→ **Supplied data**:
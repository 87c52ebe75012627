import { ForeignKeyConstraintError, UniqueConstraintError } from 'sequelize';
import { conflict, json, route } from '@/lib/api';
import { idParams } from '@/lib/api/schemas';
import { loadOwned } from '@/lib/access';
import { lampTypePatchSchema } from '@/lib/lamp-types/schema';
import { toDto } from '@/lib/lamp-types/queries';
import { updateLampType } from '@/lib/lamp-types/mutations';

export const GET = route({
  params: idParams,
  handler: async ({ params, user }) => toDto(await loadOwned('lamp-type', params.id, user, 'read')),
});

export const PATCH = route({
  params: idParams,
  body: lampTypePatchSchema,
  handler: async ({ params, body, user }) => {
    const row = await loadOwned('lamp-type', params.id, user, 'update');
    try {
      return toDto(await updateLampType(row, body, user.id));
    } catch (e) {
      if (e instanceof UniqueConstraintError) throw conflict('Another lamp type already has that name.');
      throw e;
    }
  },
});

/** Refused (409) while lamps in the lamp log use this type: their history depends on it. */
export const DELETE = route({
  params: idParams,
  handler: async ({ params, user }) => {
    const row = await loadOwned('lamp-type', params.id, user, 'delete');
    try {
      await row.destroy();
    } catch (e) {
      if (e instanceof ForeignKeyConstraintError) {
        throw conflict('Lamps in the lamp log use this lamp type, so it cannot be removed.', 'in_use');
      }
      throw e;
    }
    return json({ ok: true });
  },
});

→ **Task requirements**:
Every single line of the data above must be set down again exactly.

→ **Response**:
repository 87c52ebe75012627
import { ForeignKeyConstraintError, UniqueConstraintError } from 'sequelize';
import { conflict, json, route } from '@/lib/api';
import { idParams } from '@/lib/api/schemas';
import { loadOwned } from '@/lib/access';
import { lampTypePatchSchema } from '@/lib/lamp-types/schema';
import { toDto } from '@/lib/lamp-types/queries';
import { updateLampType } from '@/lib/lamp-types/mutations';

export const GET = route({
  params: idParams,
  handler: async ({ params, user }) => toDto(await loadOwned('lamp-type', params.id, user, 'read')),
});

export const PATCH = route({
  params: idParams,
  body: lampTypePatchSchema,
  handler: async ({ params, body, user }) => {
    const row = await loadOwned('lamp-type', params.id, user, 'update');
    try {
      return toDto(await updateLampType(row, body, user.id));
    } catch (e) {
      if (e instanceof UniqueConstraintError) throw conflict('Another lamp type already has that name.');
      throw e;
    }
  },
});

/** Refused (409) while lamps in the lamp log use this type: their history depends on it. */
export const DELETE = route({
  params: idParams,
  handler: async ({ params, user }) => {
    const row = await loadOwned('lamp-type', params.id, user, 'delete');
    try {
      await row.destroy();
    } catch (e) {
      if (e instanceof ForeignKeyConstraintError) {
        throw conflict('Lamps in the lamp log use this lamp type, so it cannot be removed.', 'in_use');
      }
      throw e;
    }
    return json({ ok: true });
  },
});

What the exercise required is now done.